Era assim, nesses tempo de fascismo. Os olhos e ouvidos da ditadura estavam em toda a parte e o Alentejo era especialmente vigiado, tal como as fábricas e as zonas urbanas mais pobres do litoral. Giacometti explicava que nas terras da planície era mais difícil estabelecer os primeiros contactos entre o povo, alguém de fora era visto como um pide, até «provar» o contrário nos modos, na conversa, sobretudo nas possíveis «apresentações» que funcionariam como «credenciais». Ainda assim, a sua qualidade de estrangeiro, de francês, facilitava-lhe o contacto. E as pessoas, abrindo-se ao afecto natural, lá iam contando as suas vidas, arriscando mais tarde as suas queixas e, depois, adiantando-se a mostrar de que lado estavam: «O regedor é da PIDE», avisavam.
Olhado com suspeita pelo regime, Giacometti era vigiado. Mas descobria, nas suas «expedições», de Norte a Sul, a aberta por onde o deixavam passar. Aqui servindo-se de um cura reaccionário mas de alguma cultura, cuja vaidade o impelia a mostrar a monografia de que era autor; ali usando a presunção saloia de um latifundiário que pretendia mostrar que também sabia falar francês e lhe abria o caminho para uma visita à herdade – uma vez foi dar com um estábulo em cujas paredes desvendou, sob a cal que a cobria, um fresco do século XVIII –; acolá dirigindo-se mesmo às «autoridades» que se desvaneciam perante um estrangeiro que pretendia gravar as «modas» da terra.

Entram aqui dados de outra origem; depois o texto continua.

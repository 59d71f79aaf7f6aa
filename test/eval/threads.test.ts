// Conv, Gemm and MatMul split across worker threads give bit-identical results for any thread count (each
// output element is the same ordered sum whoever computes it). Seeded shapes, float32 and float64, plain and
// transposed/strided operands, accumulate on and off; then whole models through the evaluator.
import { afterAll, describe, expect, it } from 'vitest';
import { gemm, rowMajor, simdOn } from '../../src/eval/gemm.js';
import { bandsPosted, setThreads, stopThreads, PARALLEL_MIN_WORK } from '../../src/eval/threads.js';
import { runModel } from '../../src/eval/run.js';
import { chunkTiles, type TileSpan } from '../../src/eval/wasm-gemm.js';
import { parseModel } from '../../src/onnx/read.js';
import { GraphBuilder, modelBytes, randn, rng } from '../helpers/build.js';
import { availableParallelism } from 'node:os';

afterAll(async () => { setThreads(Math.max(1, availableParallelism())); await stopThreads(); });

const bits = (a: Float32Array | Float64Array) => Buffer.from(a.buffer, a.byteOffset, a.byteLength).toString('base64');

describe('threaded matrix products', () => {
  it('gemm: identical bits for 1, 2 and 3 threads on seeded shapes', () => {
    expect(simdOn()).toBe(true);
    const r = rng(11);
    let big = 0;
    const posted = bandsPosted();
    for (let trial = 0; trial < 8; trial++) {
      const M = 8 + Math.floor(r() * 300), N = 1 + Math.floor(r() * 200), K = 16 + Math.floor(r() * 700);
      const f64 = trial % 2 === 1, transA = trial % 3 === 0, transB = trial % 4 === 1, acc = trial % 5 === 2;
      const A = Float64Array.from(randn(r, M * K, 1)), B = Float64Array.from(randn(r, K * N, 1));
      const Aop = f64 ? A : Float32Array.from(A), Bop = f64 ? B : Float32Array.from(B);
      const start = Float64Array.from(randn(r, M * N, 1));
      const out: string[] = [];
      for (const t of [1, 2, 3]) {
        setThreads(t);
        const C = f64 ? Float64Array.from(start) : Float32Array.from(start);
        gemm(M, N, K, rowMajor(Aop, 0, transA ? M : K, transA), rowMajor(Bop, 0, transB ? K : N, transB), C, 0, N, acc);
        out.push(bits(C));
      }
      if (M * N * K >= PARALLEL_MIN_WORK) big++;
      expect(out[1], `trial ${trial} M=${M} N=${N} K=${K}`).toBe(out[0]);
      expect(out[2], `trial ${trial}`).toBe(out[0]);
    }
    // the bands really went to workers on some of the shapes
    expect(big).toBeGreaterThan(0);
    expect(bandsPosted()).toBeGreaterThan(posted);
  });

  it('the chunks threads take cover every tile once, smaller towards the end', () => {
    for (const [t0, t1, chunk] of [[0, 128, 8], [3, 4, 8], [0, 37, 8], [5, 300, 32], [0, 9, 1], [0, 1000, 3]] as const) {
      const span = { t0, t1, chunk } as TileSpan;
      const seen: number[] = [];
      let i = 0, last = Infinity;
      for (let [a, b] = chunkTiles(span, i); a < b; [a, b] = chunkTiles(span, ++i)) {
        expect(b - a).toBeLessThanOrEqual(Math.min(chunk, last)); // never larger than the chunk before
        last = b - a;
        for (let t = a; t < b; t++) seen.push(t);
      }
      expect(seen, `${t0}..${t1} by ${chunk}`).toEqual(Array.from({ length: t1 - t0 }, (_, k) => t0 + k));
      expect(chunkTiles(span, i + 5)[0]).toBeGreaterThanOrEqual(chunkTiles(span, i + 5)[1]); // and then nothing
    }
  });

  it('float32 weights in float64 products (widened tile by tile on each thread): the bits of the weights widened up front, any thread count', () => {
    const r = rng(13);
    const posted = bandsPosted();
    for (let trial = 0; trial < 8; trial++) {
      // rows past a multiple of 4 and of the 32-row chunks, long sums, panels past 512 columns now and then
      const M = (trial < 4 ? 9 : 250) + Math.floor(r() * 260), N = (trial < 4 ? 1 : 60) + Math.floor(r() * (trial === 3 ? 700 : 120)), K = 100 + Math.floor(r() * 2000);
      const transA = trial % 3 === 2, acc = trial % 4 === 1;
      const A32 = Float32Array.from(randn(r, M * K, 1)), A64 = Float64Array.from(A32);
      const B = Float64Array.from(randn(r, K * N, 1)), start = Float64Array.from(randn(r, M * N, 1));
      const run = (A: Float32Array | Float64Array) => {
        const C = Float64Array.from(start);
        gemm(M, N, K, rowMajor(A, 0, transA ? M : K, transA), rowMajor(B, 0, N), C, 0, N, acc);
        return bits(C);
      };
      setThreads(1);
      const want = run(A64);
      for (const t of [1, 2, 3]) {
        setThreads(t);
        expect(run(A32), `trial ${trial} threads ${t} M=${M} N=${N} K=${K}`).toBe(want);
        expect(run(A32), `trial ${trial} threads ${t}, again`).toBe(want); // (the weight already in the kernel memory)
      }
    }
    expect(bandsPosted()).toBeGreaterThan(posted);
  });

  it('a conv stack and a dense head: identical outputs for 1, 2 and 3 threads, in float32 and float64', () => {
    const r = rng(12);
    const g = new GraphBuilder();
    g.input('x', [1, 64, 12, 12]).output('y');
    const w1 = g.init('w1', [128, 64, 3, 3], randn(r, 128 * 64 * 9, 0.05));
    const c1 = g.node('Conv', ['x', w1], { pads: [1, 1, 1, 1] });
    const w2 = g.init('w2', [96, 128, 3, 3], randn(r, 96 * 128 * 9, 0.05));
    const c2 = g.node('Conv', [c1, w2], { pads: [1, 1, 1, 1], strides: [2, 2] });
    const f = g.node('Flatten', [c2], { axis: 1 });
    g.node('Gemm', [f, g.init('fc', [96 * 36, 40], randn(r, 96 * 36 * 40, 0.02))], {}, { outputs: ['y'] });
    const model = parseModel(modelBytes(g), '.');
    const x = Float64Array.from(randn(r, 64 * 144, 1));
    for (const precision of ['float32', 'float64'] as const) {
      const out: string[] = [];
      for (const t of [1, 2, 3]) {
        setThreads(t);
        const y = runModel(model, new Map([['x', { type: 1, dims: [1, 64, 12, 12], data: x }]]), { precision }).get('y')!;
        out.push(bits(y.data));
      }
      expect(out[1], precision).toBe(out[0]);
      expect(out[2], precision).toBe(out[0]);
    }
  });
});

Nesse fim de tarde, ele contaria como demorara ali três dias a conquistar a confiança dos trabalhadores rurais. E que a gravação estava apalavrada para essa mesma noite. O dia de festa começou com um peculiar mata-bicho – tomate borrifado com sal grosso e, por cima, um «anis de terceira». Na garrafa, a marca «El Mono» dizia da proveniência espanhola da bebida forte e demasiado doce. De tarde, antes da tourada, houve missa, e o Michel lá foi entrando na pequena igreja, não tanto para salvar as aparências como por curiosidade. O templo estava vazio, à parte meia dúzia de velhas que seguiam o latinorum da missa. Cá fora, o povo juntava-se e comentava gracejando a homilia do padre. De repente, uma abada de chuva, aguaceiro de fim de Verão, rebentou fortíssima, e toda a gente entrou de roldão raspando com as botas as lajes da igreja. «O Alentejo é assim», comentou Giacometti, chamando a atenção para o facto de a religião não entrar facilmente na consciência do povo, que não casava, mas «fugia e juntava-se», que não ia à missa, que era coisa de lavradores e de velhas. O povo tinha outros rituais, como o dessa noite, em que as vozes de um coro, à palavra «Vamos gravar», começou a cantar:
Não sei se é por serem voltas do Entrudo Acho o meu amor demudado em tudo Demudado em tudo, demudado em nada Não sei se é por serem voltas de entrudada… Um caminho áspero
Ao escolher Portugal para lugar e âmbito do trabalho da sua vida, Michel Giacometti meteu-se em verdadeiros «trabalhos». Olhado suspeitosamente pelo fascismo – e a esta situação não era alheio o facto de colaborar estreitamente com um comunista, Fernando Lopes-Graça, que só a projecção internacional da sua obra impedia o regime de o encarcerar eternamente – o etnógrafo corso estava excluído de qualquer apoio financeiro oficial. Algumas vezes, o seu precioso e caríssimo gravador profissional foi posto «no prego» para que Giacometti pudesse subsistir ou arranjar provisoriamente fundos para continuar a trabalhar.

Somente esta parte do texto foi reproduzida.